*** Exercise materials ***

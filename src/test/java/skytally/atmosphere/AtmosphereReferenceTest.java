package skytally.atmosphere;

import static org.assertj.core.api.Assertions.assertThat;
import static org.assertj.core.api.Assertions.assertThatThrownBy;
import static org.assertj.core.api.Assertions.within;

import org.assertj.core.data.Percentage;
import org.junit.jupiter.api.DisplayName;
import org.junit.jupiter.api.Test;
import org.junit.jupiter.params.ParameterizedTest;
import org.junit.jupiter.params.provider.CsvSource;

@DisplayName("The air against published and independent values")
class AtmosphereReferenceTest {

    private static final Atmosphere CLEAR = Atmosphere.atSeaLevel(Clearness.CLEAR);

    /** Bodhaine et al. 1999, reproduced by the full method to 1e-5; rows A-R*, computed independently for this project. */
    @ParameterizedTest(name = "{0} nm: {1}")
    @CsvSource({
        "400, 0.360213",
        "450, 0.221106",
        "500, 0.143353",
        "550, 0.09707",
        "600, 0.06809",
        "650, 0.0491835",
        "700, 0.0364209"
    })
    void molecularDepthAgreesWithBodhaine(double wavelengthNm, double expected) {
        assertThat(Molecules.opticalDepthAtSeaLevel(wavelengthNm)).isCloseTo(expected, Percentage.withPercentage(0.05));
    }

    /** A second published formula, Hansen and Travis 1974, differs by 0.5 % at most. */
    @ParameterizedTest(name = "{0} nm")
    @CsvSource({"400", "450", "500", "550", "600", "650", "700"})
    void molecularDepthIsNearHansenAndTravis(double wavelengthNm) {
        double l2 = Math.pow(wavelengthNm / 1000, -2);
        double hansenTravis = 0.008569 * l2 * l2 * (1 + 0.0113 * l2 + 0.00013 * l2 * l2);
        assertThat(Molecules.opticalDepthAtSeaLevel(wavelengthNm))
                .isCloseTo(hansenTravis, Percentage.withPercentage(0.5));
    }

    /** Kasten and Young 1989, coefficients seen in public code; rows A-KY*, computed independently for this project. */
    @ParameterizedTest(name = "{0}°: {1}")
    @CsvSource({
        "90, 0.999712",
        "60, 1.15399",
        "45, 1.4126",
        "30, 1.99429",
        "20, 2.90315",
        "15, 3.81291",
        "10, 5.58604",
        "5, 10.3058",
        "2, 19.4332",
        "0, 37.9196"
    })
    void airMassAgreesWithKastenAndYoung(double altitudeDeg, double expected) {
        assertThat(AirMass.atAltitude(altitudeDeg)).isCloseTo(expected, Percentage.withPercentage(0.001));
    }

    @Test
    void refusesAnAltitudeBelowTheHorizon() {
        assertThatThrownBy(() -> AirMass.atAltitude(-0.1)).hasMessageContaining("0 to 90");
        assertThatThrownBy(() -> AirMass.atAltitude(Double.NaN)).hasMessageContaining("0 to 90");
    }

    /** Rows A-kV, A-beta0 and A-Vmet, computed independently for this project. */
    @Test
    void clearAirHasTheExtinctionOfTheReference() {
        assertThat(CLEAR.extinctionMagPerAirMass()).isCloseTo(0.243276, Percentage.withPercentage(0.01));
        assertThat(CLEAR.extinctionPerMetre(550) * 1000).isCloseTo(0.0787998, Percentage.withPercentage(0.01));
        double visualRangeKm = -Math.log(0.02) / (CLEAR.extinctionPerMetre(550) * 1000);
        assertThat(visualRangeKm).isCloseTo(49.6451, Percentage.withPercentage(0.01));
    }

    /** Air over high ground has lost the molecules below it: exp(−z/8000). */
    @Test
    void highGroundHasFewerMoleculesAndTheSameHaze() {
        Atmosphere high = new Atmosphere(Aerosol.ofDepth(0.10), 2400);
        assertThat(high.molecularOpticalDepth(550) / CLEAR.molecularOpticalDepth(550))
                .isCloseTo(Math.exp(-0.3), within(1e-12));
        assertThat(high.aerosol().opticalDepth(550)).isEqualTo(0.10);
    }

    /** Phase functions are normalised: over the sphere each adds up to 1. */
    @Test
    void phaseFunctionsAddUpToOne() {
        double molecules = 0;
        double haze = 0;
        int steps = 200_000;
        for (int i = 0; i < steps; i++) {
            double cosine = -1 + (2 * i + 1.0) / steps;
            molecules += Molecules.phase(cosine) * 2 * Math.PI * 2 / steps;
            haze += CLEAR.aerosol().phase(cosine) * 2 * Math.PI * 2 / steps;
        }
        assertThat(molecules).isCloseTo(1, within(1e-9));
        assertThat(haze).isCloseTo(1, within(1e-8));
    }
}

***
*** Exercise materials ***

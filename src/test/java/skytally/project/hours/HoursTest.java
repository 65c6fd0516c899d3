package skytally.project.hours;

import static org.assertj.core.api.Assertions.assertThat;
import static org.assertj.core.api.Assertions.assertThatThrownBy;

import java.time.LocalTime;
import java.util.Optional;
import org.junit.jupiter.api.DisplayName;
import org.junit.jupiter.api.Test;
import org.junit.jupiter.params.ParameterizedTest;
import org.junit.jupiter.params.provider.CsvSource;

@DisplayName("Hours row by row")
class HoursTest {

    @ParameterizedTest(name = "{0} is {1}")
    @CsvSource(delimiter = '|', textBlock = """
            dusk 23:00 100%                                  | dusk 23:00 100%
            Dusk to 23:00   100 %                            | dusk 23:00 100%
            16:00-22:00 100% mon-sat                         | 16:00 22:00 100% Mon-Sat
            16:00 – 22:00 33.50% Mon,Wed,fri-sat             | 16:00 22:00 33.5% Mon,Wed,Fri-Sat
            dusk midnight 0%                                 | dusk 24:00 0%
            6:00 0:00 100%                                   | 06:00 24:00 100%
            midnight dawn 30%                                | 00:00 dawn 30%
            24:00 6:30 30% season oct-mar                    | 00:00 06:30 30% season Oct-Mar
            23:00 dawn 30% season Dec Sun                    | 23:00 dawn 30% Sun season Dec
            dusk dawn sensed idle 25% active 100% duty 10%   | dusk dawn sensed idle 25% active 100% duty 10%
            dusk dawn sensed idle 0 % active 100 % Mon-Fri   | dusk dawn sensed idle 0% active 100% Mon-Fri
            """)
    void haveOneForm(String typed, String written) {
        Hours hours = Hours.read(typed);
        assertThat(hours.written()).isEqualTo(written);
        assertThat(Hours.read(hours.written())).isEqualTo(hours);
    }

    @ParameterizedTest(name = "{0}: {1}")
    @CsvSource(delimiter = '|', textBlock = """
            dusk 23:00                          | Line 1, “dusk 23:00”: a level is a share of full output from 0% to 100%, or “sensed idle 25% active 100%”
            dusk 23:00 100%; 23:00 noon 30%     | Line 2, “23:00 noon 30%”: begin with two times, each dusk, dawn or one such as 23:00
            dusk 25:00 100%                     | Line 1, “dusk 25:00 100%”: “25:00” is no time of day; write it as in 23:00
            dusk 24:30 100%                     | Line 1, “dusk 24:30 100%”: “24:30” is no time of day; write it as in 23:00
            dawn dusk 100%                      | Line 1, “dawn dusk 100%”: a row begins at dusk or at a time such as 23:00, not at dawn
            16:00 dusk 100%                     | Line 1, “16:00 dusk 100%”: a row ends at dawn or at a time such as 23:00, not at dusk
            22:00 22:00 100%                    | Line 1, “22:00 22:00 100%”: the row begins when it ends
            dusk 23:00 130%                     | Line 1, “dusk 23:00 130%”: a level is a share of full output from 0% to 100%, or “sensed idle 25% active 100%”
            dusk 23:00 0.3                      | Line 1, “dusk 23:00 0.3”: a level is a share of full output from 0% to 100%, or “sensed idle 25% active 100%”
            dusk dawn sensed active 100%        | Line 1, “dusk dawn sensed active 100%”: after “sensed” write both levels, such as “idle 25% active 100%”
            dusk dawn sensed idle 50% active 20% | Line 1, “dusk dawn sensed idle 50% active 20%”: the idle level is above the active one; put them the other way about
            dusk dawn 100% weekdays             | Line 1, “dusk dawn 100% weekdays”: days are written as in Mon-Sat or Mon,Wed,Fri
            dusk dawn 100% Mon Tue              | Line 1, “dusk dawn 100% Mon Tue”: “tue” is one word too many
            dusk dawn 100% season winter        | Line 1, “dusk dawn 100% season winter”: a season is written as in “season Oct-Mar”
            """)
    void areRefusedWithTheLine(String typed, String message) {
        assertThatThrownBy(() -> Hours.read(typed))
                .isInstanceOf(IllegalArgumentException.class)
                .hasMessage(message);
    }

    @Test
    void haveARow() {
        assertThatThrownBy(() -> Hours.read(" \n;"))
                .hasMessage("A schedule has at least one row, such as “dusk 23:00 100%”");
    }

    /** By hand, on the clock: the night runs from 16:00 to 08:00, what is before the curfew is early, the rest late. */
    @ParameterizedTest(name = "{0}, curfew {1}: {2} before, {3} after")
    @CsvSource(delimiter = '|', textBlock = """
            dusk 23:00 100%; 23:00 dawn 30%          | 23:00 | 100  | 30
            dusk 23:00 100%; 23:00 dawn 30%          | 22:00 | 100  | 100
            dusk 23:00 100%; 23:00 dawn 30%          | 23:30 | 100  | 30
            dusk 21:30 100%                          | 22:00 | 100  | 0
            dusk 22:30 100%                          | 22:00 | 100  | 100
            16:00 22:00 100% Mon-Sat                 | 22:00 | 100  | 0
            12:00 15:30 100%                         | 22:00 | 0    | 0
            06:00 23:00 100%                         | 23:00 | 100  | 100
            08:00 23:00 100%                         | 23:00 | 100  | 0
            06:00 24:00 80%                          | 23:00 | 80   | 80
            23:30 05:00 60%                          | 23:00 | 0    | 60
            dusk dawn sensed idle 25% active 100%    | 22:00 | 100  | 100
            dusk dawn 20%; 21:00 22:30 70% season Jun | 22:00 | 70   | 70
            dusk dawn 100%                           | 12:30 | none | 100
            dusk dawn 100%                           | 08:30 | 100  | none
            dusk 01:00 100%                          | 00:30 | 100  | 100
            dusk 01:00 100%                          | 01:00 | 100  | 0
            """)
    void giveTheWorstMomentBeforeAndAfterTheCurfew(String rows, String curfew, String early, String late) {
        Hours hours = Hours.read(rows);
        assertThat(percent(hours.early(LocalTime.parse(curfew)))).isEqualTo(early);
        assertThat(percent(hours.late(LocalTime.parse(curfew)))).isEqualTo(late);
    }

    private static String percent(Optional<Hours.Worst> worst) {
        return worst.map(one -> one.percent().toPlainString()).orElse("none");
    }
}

***

**Exercise objective:**
Your reply should be one number: how many lines in the records contain "early".

**Expected output:**
3